Prevalence (disease frequency): odontogenic tumors are rare diseases. Percentages in the double digits represent odontomas, ameloblastomas and benign cementoblastomas.

  • Odontomas are among the most common odontogenic tumors. They represent up to 73% of all true malformations (hamartomas) in the European and North American regions, but only about 6% in Africa and Asia.
  • Ameloblastomas, on the other hand, are concentrated in the African and Asian regions (58 to 63%).
  • 0.3% to 7% of all odontogenic tumors worldwide are ameloblastic fibroodontomas (only 94 cases described by 2004)

The incidence (frequency of new cases) of benign cementoblastomas is approximately one new case per 1,000,000 population per year. Course and prognosis: Odontogenic tumors are often asymptomatic (without symptoms: incidental finding). Many forms are generally slow growing.

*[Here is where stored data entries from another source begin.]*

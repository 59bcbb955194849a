package eiv

import "math"

// yorkJackNodes is the number of slopes at which jackStarts gathers the
// full data's sums; yorkJackModelTol the relative secant step at which it
// takes a start: a start that close lets the refit stop after one pass
// (its slope changes by less than the jackknife's tolerance, 1e-12).
const (
	yorkJackNodes    = 6
	yorkJackModelTol = 1e-14
)

// jackStarts writes its interpolation out for six nodes; this fails to
// compile for any other number.
const _ = uint(yorkJackNodes-6) + uint(6-yorkJackNodes)

// jackStarts predicts the slope of every leave-one-out York fit, writing
// it to starts, from passes over the full data alone: York's map without
// point i is that of the full sums less point i's own terms, which cost
// O(1). The full sums are gathered about the full fit's centroid (cx, cy)
// at its slope b and at yorkJackNodes Chebyshev nodes of the slope on an
// interval that holds every refit's slope; between the nodes they are
// interpolated (barycentric form; each sum is a smooth function of the
// slope, analytic far beyond the interval, so the error falls like the
// interval's width to the power of the nodes: about 1e-12 of the slope
// when the refits move it by 1 %). A secant on each refit's map then
// finds its fixed point. The refits still iterate from these starts on
// their own data to the same tolerance, so a start costs passes, never
// accuracy: a start that is not finite or lies outside the interval is
// replaced by b. It returns false (starts untouched) when a pass fails.
func jackStarts(x, y, sx, sy, r []float64, p *jackFirst, b float64, starts []float64) bool {
	n := len(x)
	full, ok := p.all(x, y, sx, sy, r, b)
	if !ok {
		return false
	}
	// The plain step of each refit from b: how far the refits move.
	var reach float64
	for i := range n {
		pi, ok := p.point(i, b)
		if !ok {
			return false
		}
		g, _, _, _ := full.minus(pi).step()
		if !allFinite(g) {
			return false
		}
		starts[i] = g
		reach = max(reach, math.Abs(g-b))
	}
	if reach == 0 {
		for i := range starts[:n] {
			starts[i] = b
		}
		return true
	}
	h := 3 * reach
	var nodes, weights [yorkJackNodes]float64
	// sums[f][k] is field f of the full sums at node k.
	var sums [yorkSumFields][yorkJackNodes]float64
	for k := range yorkJackNodes {
		th := math.Pi * (float64(k) + 0.5) / yorkJackNodes
		nodes[k] = b + h*math.Cos(th)
		weights[k] = math.Sin(th)
		if k%2 == 1 {
			weights[k] = -weights[k]
		}
		s, ok := p.all(x, y, sx, sy, r, nodes[k])
		if !ok {
			return false
		}
		for f, v := range s.fields() {
			sums[f][k] = v
		}
	}
	model := func(i int, t float64) (float64, bool) {
		// Barycentric interpolation of the full sums at t, less point i.
		var c [yorkJackNodes]float64
		var den float64
		for k := range yorkJackNodes {
			if t == nodes[k] {
				c = [yorkJackNodes]float64{}
				c[k], den = 1, 1
				break
			}
			c[k] = weights[k] / (t - nodes[k])
			den += c[k]
		}
		inv := 1 / den
		for k := range c {
			c[k] *= inv
		}
		var v [yorkSumFields]float64
		for f := range v {
			row := &sums[f] // written out: a loop over the nodes runs 1.2× slower
			v[f] = c[0]*row[0] + c[1]*row[1] + c[2]*row[2] + c[3]*row[3] + c[4]*row[4] + c[5]*row[5]
		}
		s := sumsOf(v)
		pi, ok := p.point(i, t)
		if !ok {
			return 0, false
		}
		g, _, _, _ := s.minus(pi).step()
		return g - t, allFinite(g)
	}
	for i := range n {
		// Secant on f(t) = g_i(t) − t from t = b, where f is known exactly,
		// and the plain step's slope.
		t0, f0 := b, starts[i]-b
		t1 := starts[i]
		start := b
		for range 12 {
			f1, ok := model(i, t1)
			if !ok || f1 == f0 {
				break
			}
			t2 := t1 - f1*(t1-t0)/(f1-f0)
			if !allFinite(t2) || math.Abs(t2-b) > 2*h {
				break
			}
			start = t2
			if math.Abs(t2-t1) <= yorkJackModelTol*math.Abs(t2) {
				break
			}
			t0, f0, t1 = t1, f1, t2
		}
		starts[i] = start
	}
	return true
}

// point is the sums of York's pass of point i alone at slope b.
func (p *jackFirst) point(i int, b float64) (s yorkSums, ok bool) {
	w, al, ga, ok := p.terms(i, b, b*b)
	if ok {
		s.add(w, al, ga, p.xp[i], p.yp[i])
	}
	return s, ok
}

// all is yorkPassAll's sums at slope b about (cx, cy); the data in
// chunks on every core from yorkParallelMinN points, as yorkPassAll
// gathers them.
func (p *jackFirst) all(x, y, sx, sy, r []float64, b float64) (yorkSums, bool) {
	if len(x) < yorkParallelMinN {
		return p.part(0, len(x), b)
	}
	s, err := yorkPassAll(x, y, sx, sy, r, p.cx, p.cy, b)
	return s, err == nil
}

// minus removes the sums of a part of the data.
func (s yorkSums) minus(o yorkSums) yorkSums {
	return yorkSums{s.w - o.w, s.wx - o.wx, s.wy - o.wy, s.num - o.num, s.den - o.den,
		s.a - o.a, s.aX - o.aX, s.aY - o.aY, s.g - o.g, s.gX - o.gX, s.gY - o.gY}
}

// yorkSumFields is the number of sums in yorkSums.
const yorkSumFields = 11

// fields and sumsOf convert yorkSums to and from an array.
func (s yorkSums) fields() [yorkSumFields]float64 {
	return [...]float64{s.w, s.wx, s.wy, s.num, s.den, s.a, s.aX, s.aY, s.g, s.gX, s.gY}
}

func sumsOf(v [yorkSumFields]float64) yorkSums {
	return yorkSums{v[0], v[1], v[2], v[3], v[4], v[5], v[6], v[7], v[8], v[9], v[10]}
}

// jackFirst is what every refit's first pass shares: the refits all start
// about the full fit's centroid (cx, cy), so each point's coordinates
// about it and its variances are the same in every refit and are worked
// out once. same says every point has the same σx, σy (and ρ): a point's
// weight then depends on the slope alone and is worked out once a pass.
// The arithmetic is yorkPass's and yorkPassR's, so the sums are theirs
// bit for bit.
type jackFirst struct {
	cx, cy         float64
	xp, yp, vx, vy []float64
	rho            []float64 // nil without correlations
	same           bool
}

// newJackFirst works out the shared terms about (cx, cy).
func newJackFirst(x, y, sx, sy, r []float64, cx, cy float64) *jackFirst {
	n := len(x)
	k := 4
	if r != nil {
		k = 5
	}
	buf := make([]float64, k*n)
	p := &jackFirst{cx: cx, cy: cy, xp: buf[:n], yp: buf[n : 2*n], vx: buf[2*n : 3*n], vy: buf[3*n : 4*n], same: true}
	if r != nil {
		p.rho = buf[4*n:]
	}
	for i := range n {
		p.xp[i], p.yp[i] = x[i]-cx, y[i]-cy
		p.vx[i], p.vy[i] = sx[i]*sx[i], sy[i]*sy[i]
		p.same = p.same && p.vx[i] == p.vx[0] && p.vy[i] == p.vy[0]
		if r != nil {
			p.rho[i] = r[i] * sx[i] * sy[i]
			p.same = p.same && p.rho[i] == p.rho[0]
		}
	}
	return p
}

// skipping is passSkipping's sums at slope b about (cx, cy): the points
// before skip, then those after it. It returns false when a point's
// combined variance is not positive (passSkipping then says which).
func (p *jackFirst) skipping(skip int, b float64) (yorkSums, bool) {
	s1, ok1 := p.part(0, skip, b)
	s2, ok2 := p.part(skip+1, len(p.xp), b)
	return s1.plus(s2), ok1 && ok2
}

func (p *jackFirst) part(lo, hi int, b float64) (s yorkSums, ok bool) {
	b2 := b * b
	if p.same && lo < hi {
		w, al, ga, ok := p.terms(lo, b, b2)
		if !ok {
			return s, false
		}
		for i := lo; i < hi; i++ {
			s.add(w, al, ga, p.xp[i], p.yp[i])
		}
		return s, true
	}
	for i := lo; i < hi; i++ {
		w, al, ga, ok := p.terms(i, b, b2)
		if !ok {
			return s, false
		}
		s.add(w, al, ga, p.xp[i], p.yp[i])
	}
	return s, true
}

// terms are point i's weight W and α·W², γ·W² at slope b (b2 = b²).
func (p *jackFirst) terms(i int, b, b2 float64) (w, al, ga float64, ok bool) {
	vx, vy := p.vx[i], p.vy[i]
	if p.rho == nil {
		d := vy + b2*vx
		if !(d > 0) {
			return 0, 0, 0, false
		}
		w = 1 / d
		w2 := w * w
		return w, w2 * vy, w2 * b * vx, true
	}
	rho := p.rho[i]
	d := vy + b2*vx - 2*b*rho
	if !(d > 0) {
		return 0, 0, 0, false
	}
	w = 1 / d
	w2 := w * w
	return w, w2 * (vy - b*rho), w2 * (b*vx - rho), true
}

  • Classic ameloblastoma: slow, locally invasive and destructive, usually non-metastatic (“semimalignant”) growth. Even with today’s radical surgical approach, recurrences (recurrence of disease) are possible, and these are more frequent in the maxilla than in the mandible. The recurrence rate with enucleation is given as 20 to 90%.
  • The course of unicystic ameloblastoma is less aggressive than classical ameloblastoma. The recurrence rate is 10% to 25%.
  • Ameloblastic fibroma: The course is painless, slow-growing, and expansive. In 75%, unerupted teeth are found in association with the tumor. Presumptive recurrence is possible with conservative initial therapy with incomplete excision (up to 34.5% of cases). Malignant transformation to ameloblastic fibrosarcoma is conceivable.
  • AOT: slow, progressive growth.
  • Fibromyxoma shows painless, infiltrative and destructive growth and recurs in 25% of cases, often due to incomplete removal of the primary tumor.
  • KEOT grows locally invasive and is also treated with radical surgery. The recurrence rate is 14%.
  • Odontomas grow painlessly and slowly with limited growth potential based on the completion of dentition (permanent dentition). The eruption of a retained tooth after removal of the adjacent odontoma is possible. No recurrences.Note: A tooth is always considered retained, retained when it does not appear in the oral cavity at the approximate time of its physiological eruption.
  • Odontogenic fibroma shows a low recurrence rate.
  • Benign cementoblastomas grow slowly and have unlimited growth potential with an uncertain recurrence rate. Stagnant recurrences are possible.